Every line of the records below should be restated exactly.
----
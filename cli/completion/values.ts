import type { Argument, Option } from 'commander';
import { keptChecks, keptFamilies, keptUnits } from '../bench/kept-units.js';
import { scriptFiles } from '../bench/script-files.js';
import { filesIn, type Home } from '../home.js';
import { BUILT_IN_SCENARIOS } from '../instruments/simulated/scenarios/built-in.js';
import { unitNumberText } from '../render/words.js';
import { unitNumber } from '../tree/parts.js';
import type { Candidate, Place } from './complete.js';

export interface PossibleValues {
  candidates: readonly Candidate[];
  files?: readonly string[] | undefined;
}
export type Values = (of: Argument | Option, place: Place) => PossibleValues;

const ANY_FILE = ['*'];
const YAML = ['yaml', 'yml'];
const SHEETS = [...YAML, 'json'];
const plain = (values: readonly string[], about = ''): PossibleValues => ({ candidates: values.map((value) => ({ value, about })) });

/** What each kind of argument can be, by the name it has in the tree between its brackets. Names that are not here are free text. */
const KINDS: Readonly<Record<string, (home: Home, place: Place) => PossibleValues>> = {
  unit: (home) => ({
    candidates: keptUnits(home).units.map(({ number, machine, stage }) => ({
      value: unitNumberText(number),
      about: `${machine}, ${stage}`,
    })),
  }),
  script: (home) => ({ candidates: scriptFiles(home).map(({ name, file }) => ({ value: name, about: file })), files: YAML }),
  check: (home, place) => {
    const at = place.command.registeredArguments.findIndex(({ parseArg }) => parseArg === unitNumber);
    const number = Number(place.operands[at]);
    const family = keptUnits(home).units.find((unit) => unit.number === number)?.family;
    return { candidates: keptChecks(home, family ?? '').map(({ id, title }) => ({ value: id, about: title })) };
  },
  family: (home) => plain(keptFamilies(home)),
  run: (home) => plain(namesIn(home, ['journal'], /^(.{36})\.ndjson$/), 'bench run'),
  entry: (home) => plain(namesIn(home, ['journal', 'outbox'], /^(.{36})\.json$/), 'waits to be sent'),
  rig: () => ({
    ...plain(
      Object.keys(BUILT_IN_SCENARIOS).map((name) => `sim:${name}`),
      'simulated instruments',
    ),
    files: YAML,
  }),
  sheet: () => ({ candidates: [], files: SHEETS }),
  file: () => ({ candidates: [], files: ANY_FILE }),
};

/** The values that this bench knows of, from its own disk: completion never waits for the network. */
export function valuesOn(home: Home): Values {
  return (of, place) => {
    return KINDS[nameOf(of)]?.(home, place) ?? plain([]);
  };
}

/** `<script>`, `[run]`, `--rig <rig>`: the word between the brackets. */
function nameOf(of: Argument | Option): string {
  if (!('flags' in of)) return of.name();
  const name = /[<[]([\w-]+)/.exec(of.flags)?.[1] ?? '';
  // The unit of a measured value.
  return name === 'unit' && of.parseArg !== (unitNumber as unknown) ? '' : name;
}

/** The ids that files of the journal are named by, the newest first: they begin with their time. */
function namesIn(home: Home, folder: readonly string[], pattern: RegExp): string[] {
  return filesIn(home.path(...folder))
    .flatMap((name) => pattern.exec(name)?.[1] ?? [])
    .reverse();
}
----
Output:
filename cli/completion/values.ts
import type { Argument, Option } from 'commander';
import { keptChecks, keptFamilies, keptUnits } from '../bench/kept-units.js';
import { scriptFiles } from '../bench/script-files.js';
import { filesIn, type Home } from '../home.js';
import { BUILT_IN_SCENARIOS } from '../instruments/simulated/scenarios/built-in.js';
import { unitNumberText } from '../render/words.js';
import { unitNumber } from '../tree/parts.js';
import type { Candidate, Place } from './complete.js';

export interface PossibleValues {
  candidates: readonly Candidate[];
  files?: readonly string[] | undefined;
}
export type Values = (of: Argument | Option, place: Place) => PossibleValues;

const ANY_FILE = ['*'];
const YAML = ['yaml', 'yml'];
const SHEETS = [...YAML, 'json'];
const plain = (values: readonly string[], about = ''): PossibleValues => ({ candidates: values.map((value) => ({ value, about })) });

/** What each kind of argument can be, by the name it has in the tree between its brackets. Names that are not here are free text. */
const KINDS: Readonly<Record<string, (home: Home, place: Place) => PossibleValues>> = {
  unit: (home) => ({
    candidates: keptUnits(home).units.map(({ number, machine, stage }) => ({
      value: unitNumberText(number),
      about: `${machine}, ${stage}`,
    })),
  }),
  script: (home) => ({ candidates: scriptFiles(home).map(({ name, file }) => ({ value: name, about: file })), files: YAML }),
  check: (home, place) => {
    const at = place.command.registeredArguments.findIndex(({ parseArg }) => parseArg === unitNumber);
    const number = Number(place.operands[at]);
    const family = keptUnits(home).units.find((unit) => unit.number === number)?.family;
    return { candidates: keptChecks(home, family ?? '').map(({ id, title }) => ({ value: id, about: title })) };
  },
  family: (home) => plain(keptFamilies(home)),
  run: (home) => plain(namesIn(home, ['journal'], /^(.{36})\.ndjson$/), 'bench run'),
  entry: (home) => plain(namesIn(home, ['journal', 'outbox'], /^(.{36})\.json$/), 'waits to be sent'),
  rig: () => ({
    ...plain(
      Object.keys(BUILT_IN_SCENARIOS).map((name) => `sim:${name}`),
      'simulated instruments',
    ),
    files: YAML,
  }),
  sheet: () => ({ candidates: [], files: SHEETS }),
  file: () => ({ candidates: [], files: ANY_FILE }),
};

/** The values that this bench knows of, from its own disk: completion never waits for the network. */
export function valuesOn(home: Home): Values {
  return (of, place) => {
    return KINDS[nameOf(of)]?.(home, place) ?? plain([]);
  };
}

/** `<script>`, `[run]`, `--rig <rig>`: the word between the brackets. */
function nameOf(of: Argument | Option): string {
  if (!('flags' in of)) return of.name();
  const name = /[<[]([\w-]+)/.exec(of.flags)?.[1] ?? '';
  // The unit of a measured value.
  return name === 'unit' && of.parseArg !== (unitNumber as unknown) ? '' : name;
}

/** The ids that files of the journal are named by, the newest first: they begin with their time. */
function namesIn(home: Home, folder: readonly string[], pattern: RegExp): string[] {
  return filesIn(home.path(...folder))
    .flatMap((name) => pattern.exec(name)?.[1] ?? [])
    .reverse();
}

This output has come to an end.